■ **Work task**:
If a line in the records below contains "isfinite", copy that line.

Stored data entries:
╔══

"""Partial slip of a joint: where slip starts, what is elastic and what is true, and what a cycle costs, for every case."""

from __future__ import annotations

import numpy as np

from slip.base.errors import InputError, NotConverged
from slip.base.progress import Progress
from slip.base.records import record
from slip.base.trace import Trace
from slip.clamp.stage import Clamp
from slip.friction.faces import face_stiffness
from slip.friction.march.load import SlipsWholly
from slip.friction.march.step import State, Step, step
from slip.friction.model import Built, Model
from slip.friction.models import choose
from slip.friction.stage import Slip
from slip.joint.joint import Joint
from slip.pressure.stage import Pressure

Array = np.ndarray
End = tuple[Array, Array]  # shear and moment (3,) [N, N mm], clamps (n,) [N]
LOW, TYPICAL, HIGH = 0, 1, 2
NO_SHEAR = "no shear"
TURNS = 6  # increments between the ends of a case whose clamp changes on the way
BEYOND = 0.9999  # of gross slip; above it no partial slip is worked out
STUCK, TINY = 1e6, 1e-300  # bounds this many times the largest hold everything; smallest traction that is divided by
FULL = 1 - 1e-9  # traction over bound from which a point counts as slipping


@record
class Motions:
    """What one reading of the stiffness gives. Loads [N] are resultant shears at which the first point, and all, slip as the load grows
    with the clamp held; factors are the same over the load. stiffness [N/mm] before slip, along the shear.

    elastic_slip and true_slip [mm] at the point of largest motion under the load; slip_share: part of the clamp that slips;
    slip_length [mm] of a lap. energy_per_cycle [N mm], None for a static case.
    """

    first_slip_factor: float
    first_slip_load: float | None
    stiffness: float | None
    elastic_slip: float
    true_slip: float
    slip_share: float
    slip_length: float | None
    energy_per_cycle: float | None


@record(eq=False)
class PartialSlip:
    """One end of a case: the model and why it was taken, the motions at low, typical and high stiffness; or `reason` why there are none.

    trace: what the model takes, and what it gives at the typical stiffness.
    """

    model: str
    why: str
    notes: tuple[str, ...]
    readings: tuple[Motions, ...]
    gross_slip_factor: float
    gross_slip_load: float | None
    reason: str
    trace: Trace

    @property
    def wholly(self) -> bool:
        """Whether the load is beyond gross slip, or so near that nothing short of it can be told."""
        return self.gross_slip_factor <= 1 / BEYOND


class Partial:
    """Partial slip of a joint, each end of a case worked out when it is asked for and then kept.

    stiffness: of the face, None where neither roughness nor a measurement is known; mean_pressure [MPa]: the clamp-weighted mean that
    it is quoted at; reason: what the file would have to say, '' when all is there.
    """

    def __init__(
        self, joint: Joint, clamp: Clamp, pressure: Pressure, slip: Slip, progress: Progress | None = None
    ) -> None:
        self._joint, self._clamp, self._pressure, self._slip = joint, clamp, pressure, slip
        self._progress = progress
        self._kept: dict[tuple[int, str], PartialSlip] = {}
        self.stiffness = face_stiffness(joint)
        self.mean_pressure, self.reason = 0.0, ""
        if self.stiffness is None:
            self.reason = "give roughness of both faces and the plates' materials, or a measured tangential_stiffness"
        elif pressure.patch is None:
            self.reason = (
                "give plates with material and thickness, hole and bearing diameters, and the thread of a tapped hole"
            )
        else:
            weighted = float((pressure.patch.shares * pressure.patch.density).sum())
            self.mean_pressure = weighted * float(clamp.ledger.clamp_low.mean())

    def of(self, case: int, end: str) -> PartialSlip | None:
        """Partial slip of one end of a case at the lowest clamp and friction; None where the joint is not described (`reason`)."""
        if self.reason:
            return None
        if (case, end) not in self._kept:
            self._kept[case, end] = self._end(case, end)
            if self._progress is not None:
                self._progress(len(self._kept), sum(len(one.ends) for one in self._joint.cases))
        return self._kept[case, end]

    def _end(self, case: int, end: str) -> PartialSlip:
        states, ledger = self._clamp.states, self._clamp.ledger
        rows = [int(row) for row in np.flatnonzero(states.case == case)]
        own = [row for row in rows if states.end[row] == end]
        row = min(own, key=lambda r: float(self._slip.bolt_safety[r].min()))
        others = [r for r in rows if states.end[r] != end]
        if not self._slip.sliding[row]:
            return PartialSlip("", "", (), (), np.inf, None, NO_SHEAR, Trace())
        load, held = states.load[row], ledger.clamp_low[row]
        back = (states.load[others[0]], ledger.clamp_low[others[0]]) if others else (-load, held)
        assert self._pressure.patch is not None and self.stiffness is not None
        model = choose(self._joint, self._pressure.patch, self.stiffness, load, held)
        friction, alternating = self._joint.interface.friction_low, self._joint.cases[case].alternating
        return under(model, friction, (load, held), back, float(self._slip.group.factor[row]), alternating)


def under(model: Model, friction: float, one: End, other: End, gross: float, alternating: bool) -> PartialSlip:
    """Partial slip at one end of a case, the other end given for its cycle; gross: factor on the load at which all slips."""
    force = float(np.hypot(one[0][0], one[0][1]))
    gross_load = force * gross if force and np.isfinite(gross) else None
    readings: tuple[Motions, ...] = ()
    reason = ""
    if not gross > 1 / BEYOND:
        reason = f"slips wholly at {gross:.4g} times this load; nothing beyond is computed"
    else:
        try:
            readings = tuple(
                motions_of(model, friction, reading, one, other, alternating) for reading in (LOW, TYPICAL, HIGH)
            )
        except (NotConverged, InputError) as error:  # the latter where the model's cells are too few for the face
            reason = str(error)
        except SlipsWholly as error:
            reason = f"slips wholly at {error.factor:.4g} times this load on the points of the model"
    if readings:
        _said(model, readings[TYPICAL])
    notes = model.notes
    if alternating and any(reading.energy_per_cycle is None for reading in readings):
        notes = (*notes, "the face slips wholly on the way to the other end: no energy of a cycle")
    return PartialSlip(model.name, model.why, notes, readings, gross, gross_load, reason, model.trace)


def _said(model: Model, found: Motions) -> None:
    """Add what a model gives to its trace; no formula stands behind it but the step."""
    values = (
        ("factor on the load at first slip", "f_on", found.first_slip_factor, ""),
        ("shear at first slip", "F_on", found.first_slip_load, "N"),
        ("stiffness before any slip", "K", found.stiffness, "N/mm"),
        ("elastic slip at the place of largest motion", "g_el", found.elastic_slip, "mm"),
        ("true slip there", "s", found.true_slip, "mm"),
        ("energy of a cycle", "W", found.energy_per_cycle, "mJ"),
    )
    for name, symbol, value, unit in values:
        if value is not None:
            said = f"{name}; {model.why}" if symbol == "f_on" else name
            model.trace.given(said, symbol, value, unit, "step", model.basis)
    both = {"g_el": found.elastic_slip, "s": found.true_slip}
    model.trace.total("motion of the faces there, elastic and true slip", "g", both, "mm", "step", model.basis)


def motions_of(model: Model, friction: float, reading: int, one: End, other: End, alternating: bool) -> Motions:
    """One reading of the stiffness: the stuck answer, the load put on once, and a steady cycle."""
    load, held = one
    built = model.build(np.maximum(held, other[1]), reading)
    bound = friction * built.press(held)
    touching = bound > 0
    wanted = model.load(load)
    stuck = step(built.compliance, np.where(touching, STUCK * bound.max(), 0.0), built.face, load=wanted)
    carried = _size(stuck.state.traction) + _beyond(built, stuck, wanted)[1]
    first = float((bound[touching] / np.maximum(carried[touching], TINY)).min())
    loaded = step(built.compliance, bound, built.face, load=wanted)
    full = touching & (_size(loaded.state.traction) >= FULL * bound)
    true, elastic = _at_largest_motion(loaded, built, wanted, touching, full)
    weight = bound * built.compliance.area
    force = float(np.hypot(load[0], load[1]))
    straight = slice(0, built.face.components)
    travel = float(stuck.state.motion[straight] @ wanted[straight])
    return Motions(
        first_slip_factor=first,
        first_slip_load=first * force if force else None,
        stiffness=model.faces * float(wanted[straight] @ wanted[straight]) / travel if force else None,
        elastic_slip=elastic,
        true_slip=true,
        slip_share=float((weight * full).sum() / weight.sum()),
        slip_length=float(full.sum() * model.length / full.size) if model.length else None,
        energy_per_cycle=_cycle(model, built, friction, one, other, loaded) if alternating else None,
    )


def _size(field: Array) -> Array:
    """Length of the vectors of a field (c, *field)."""
    return np.sqrt((field**2).sum(axis=0))


def _beyond(built: Built, done: Step, load: Array) -> tuple[Array, Array]:
    """By how much the outer edges of points move more than the points in their mean [mm], and the traction that is for a stuck one
    [MPa]; both 0 where a model has no such edges."""
    if built.edge is None or built.local is None:
        return np.zeros(built.compliance.shape), np.zeros(built.compliance.shape)
    more = built.edge(done.state.traction, load)
    return more, more / built.local


def _at_largest_motion(loaded: Step, built: Built, load: Array, touching: Array, full: Array) -> tuple[float, float]:
    """True slip and elastic slip [mm] at the touching point where both together are largest; full: the points that slip."""
    motion, traction = _beyond(built, loaded, load)
    true = np.where(touching, _size(loaded.state.slip) + np.where(full, motion, 0.0), 0.0)
    carried = _size(loaded.state.traction) + np.where(full, 0.0, traction)
    elastic = np.where(touching, _size(built.compliance.elongation(carried[None])), 0.0)
    most = np.unravel_index(int(np.argmax(true + elastic)), true.shape)
    return float(true[most]), float(elastic[most])


def _cycle(model: Model, built: Built, friction: float, one: End, other: End, start: Step) -> float | None:
    """Energy [N mm] of a cycle from one end to the other and back, after it has become steady; None where all slips on the way.

    The layer keeps the stiffness it was built with; the bound follows the clamp.
    """
    state: State = start.state
    spent = 0.0
    turns = 1 if np.array_equal(one[1], other[1]) else TURNS
    for lap in range(2):
        spent = 0.0
        for (load_a, clamp_a), (load_b, clamp_b) in ((one, other), (other, one)):
            for part in np.arange(1, turns + 1) / turns:
                bound = friction * built.press(clamp_a + part * (clamp_b - clamp_a))
                wanted = model.load(load_a + part * (load_b - load_a))
                try:
                    done = step(built.compliance, bound, built.face, state, load=wanted)
                except SlipsWholly:
                    return None
                state, spent = done.state, spent + done.dissipation
        if turns == 1 and lap == 0 and np.allclose(one[0], -other[0]):
            break  # proportional loading at constant clamp: the first full cycle is the steady one
    return spent * model.faces
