"""A face of known pressure: what it holds, and its partial slip by the model and, where one exists, by a closed form."""

from __future__ import annotations

from collections.abc import Mapping

import numpy as np

from slip.base.progress import Progress, told
from slip.base.records import record
from slip.base.trace import Trace
from slip.clamp.working import moment_z, resultant
from slip.friction.closed import even
from slip.friction.even_lap import ClosedLap, Curves, Pulled, closed_lap, curves
from slip.friction.faces import FaceStiffness, face_stiffness, lap_of
from slip.friction.law import capacity, safety
from slip.friction.march.limit import Limit, limit
from slip.friction.model import Model
from slip.friction.models import choose_face, over
from slip.friction.partial import HIGH, LOW, NO_SHEAR, TYPICAL, End, PartialSlip, under
from slip.joint.contact import PressedFace
from slip.joint.loads import Case, Load
from slip.joint.plates import Rectangle

Array = np.ndarray
ROUNDING = 1e-12  # arms shorter than this part of the coordinates that they come from are none
MEASURES = {  # of a reading: what it is called, symbol, unit, and whether the model's own lines have it already
    "first_slip_factor": ("factor on the load at first slip", "f_on", "", True),
    "first_slip_load": ("shear at first slip", "F_on", "N", True),
    "stiffness": ("stiffness before any slip", "K", "N/mm", True),
    "elastic_slip": ("elastic slip at the place of largest motion", "g_el", "mm", True),
    "true_slip": ("true slip there", "s", "mm", True),
    "slip_share": ("share of the pressing force where it slips", "share", "", False),
    "slip_length": ("length that slips", "a", "mm", False),
    "energy_per_cycle": ("energy of a cycle", "W", "mJ", True),
}


@record(eq=False)
class FaceSlip:
    """One end of a case: load (3,) at the middle of the face [N, N mm]; limit of all faces together; factor of the force alone.

    partial: None where the file does not describe what yields (`reason`). closed, curves: of an evenly pressed lap below gross slip.
    parts: the calculation, by titles.
    """

    load: Array
    group: Limit
    force_factor: float
    partial: PartialSlip | None
    closed: ClosedLap | None
    curves: Curves | None
    reason: str
    parts: Mapping[str, Trace]

    @property
    def sliding(self) -> bool:
        """Whether there is anything to resist."""
        return bool(self.load.any())


def face_slips(face: PressedFace, progress: Progress | None = None) -> dict[tuple[int, str], FaceSlip]:
    """Both ends of every case by (case, end), at the lowest friction."""
    stiffness = face_stiffness(face)
    ends = [(i, end) for i, case in enumerate(face.cases) for end, _ in case.ends]
    return {(i, end): _end(face, stiffness, face.cases[i], end) for i, end in told(ends, progress)}


def _end(face: PressedFace, stiffness: FaceStiffness | None, case: Case, end: str) -> FaceSlip:
    loads, pressed = dict(case.ends), Trace()
    force = _pressed(face, pressed)
    load = at_middle(face, case, loads.pop(end), pressed)
    others = [at_middle(face, case, other, Trace(keep=False)) for other in loads.values()]
    gross = Trace()
    group, alone = _gross(face, force, load, pressed, gross)
    parts = {"pressure and load": pressed, "gross slip": gross}
    reason = _silent(face, stiffness)
    if not load.any():
        still = PartialSlip("", "", (), (), np.inf, None, NO_SHEAR, Trace())
        return FaceSlip(load, group, alone, still, None, None, "", parts)
    if reason or stiffness is None:
        return FaceSlip(load, group, alone, None, None, None, reason, parts)
    clamp = np.array([force])
    other: End = (others[0] if others else -load, clamp)
    model = choose_face(face, stiffness, load)
    found = under(model, face.interface.friction_low, (load, clamp), other, float(group.factor), case.alternating)
    parts |= {"stiffness of the face": _readings(stiffness), f"partial slip, {found.model}": _measured(found, model)}
    pulled = _pulled(face, stiffness, found, load, other[0])
    if pulled is None:
        return FaceSlip(load, group, alone, found, None, None, "", parts)
    lap = parts["closed form of the lap"] = Trace()
    closed, along = closed_lap(pulled, lap), curves(pulled, model, load, clamp, TYPICAL)
    return FaceSlip(load, group, alone, found, closed, along, "", parts)


def _pressed(face: PressedFace, trace: Trace) -> float:
    """Force [N] that presses each face."""
    o, name = face.overlap, "area of one face"
    if isinstance(o, Rectangle):
        area = trace(name, even.rectangle_area, l=o.x1 - o.x0, b=o.y1 - o.y0)
    else:
        area = trace(name, even.ring_area, D=o.outer_diameter, d=o.inner_diameter)
    return float(trace("force that presses each face", even.face_force, p=face.interface.pressure, A=area))


def at_middle(face: PressedFace, case: Case, load: Load, trace: Trace) -> Array:
    """Vx, Vy [N] and the moment about the normal [N mm] at the middle of the face."""
    vx, vy = load.shear
    at = case.at if case.at is not None else face.middle
    arms = [a - c if abs(a - c) > ROUNDING * (abs(a) + abs(c)) else 0.0 for a, c in zip(at, face.middle, strict=True)]
    values = {"C_z": load.moment[2], "x": arms[0], "V_y": vy, "y": arms[1], "V_x": vx}
    return np.array([vx, vy, trace("moment at the middle of the face", moment_z, **values)])


def _gross(face: PressedFace, force: float, load: Array, pressed: Trace, trace: Trace) -> tuple[Limit, float]:
    """Limit of all faces over their points, and the factor of the force alone."""
    shear = pressed("shear at this end", resultant, F_x=load[0], F_y=load[1])
    held = trace(
        "friction capacity of all faces",
        capacity,
        mu=face.interface.friction_low,
        m=face.interface.parallel_faces,
        clamp=force,
    )
    alone = float(trace("safety for the force alone", safety, F_max=held, F_s=shear))
    points = over(face)
    group = limit(held * points.areas / face.area, points.places, load)
    if not load.any():
        return group, alone
    vx, vy, w = group.motion
    travel = np.hypot(vx - w * points.places[:, 1], vy + w * points.places[:, 0])
    name = "mean slip of the points on the motion of unit load work"
    mean = trace.given(name, "s_1", float(points.areas @ travel / points.areas.sum()), "1/N", "limit", "derived")
    if np.isfinite(group.centre).all():
        for axis, middle, place in zip("xy", face.middle, group.centre, strict=True):
            said = f"centre about which the plates turn, {axis}"
            trace.given(said, f"{axis}_c", middle + float(place), "mm", "limit", "derived")
    said = "safety of the group: work of the friction on this motion"
    trace.products(said, "S_group", [held], [mean], "limit", "derived")
    if shear > 0:
        trace("shear at gross slip", even.gross_load, S=float(group.factor), F_s=shear)
    return group, alone


def _silent(face: PressedFace, stiffness: FaceStiffness | None) -> str:
    """What the file would have to say for partial slip, '' when all is there."""
    if any(plate.material is None for plate in face.plates[:2]):
        return "give the material of both plates at the face"
    return "" if stiffness is not None else "give roughness of both faces, or a measured tangential_stiffness"


def _readings(stiffness: FaceStiffness) -> Trace:
    """Where the stiffness of the face comes from, and its three readings."""
    trace = Trace(list(stiffness.trace.steps))
    name = "tangential stiffness" if stiffness.slope is None else "tangential stiffness for each MPa"
    for said, value in zip(("low", "typical", "high"), stiffness.value or stiffness.slope or (), strict=False):
        trace.given(f"{name}, {said}", "k_t", value, "N/mm^3", stiffness.source, stiffness.basis)
    return trace


def _measured(found: PartialSlip, model: Model) -> Trace:
    """The model's own lines, and what the step gives at all readings of the stiffness."""
    trace = Trace(list(found.trace.steps))
    for said, reading in (("", TYPICAL), (", low stiffness of the face", LOW), (", high stiffness of the face", HIGH)):
        for key, (name, symbol, unit, there) in MEASURES.items():
            value = getattr(found.readings[reading], key) if found.readings else None
            if value is not None and not (there and reading == TYPICAL):
                trace.given(name + said, symbol, value, unit, "step", model.basis)
    return trace


def _pulled(
    face: PressedFace, stiffness: FaceStiffness, found: PartialSlip, load: Array, other: Array
) -> Pulled | None:
    """The lap of even pressure at the typical stiffness, None where there is none or it slips wholly."""
    lap = lap_of(face, load)
    if lap is None or not found.readings:
        return None
    assert face.interface.pressure is not None
    pressure = face.interface.pressure
    cycle = found.readings[TYPICAL].energy_per_cycle is not None
    return Pulled(
        lap=lap,
        mu=face.interface.friction_low,
        pressure=pressure,
        k_t=float(stiffness.at(pressure, TYPICAL)),
        pull=float(load[lap.axis]),
        other=float(other[lap.axis]) if cycle else None,
    )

╚══

■ **Answer to this task**:
    gross_load = force * gross if force and np.isfinite(gross) else None
    if np.isfinite(group.centre).all():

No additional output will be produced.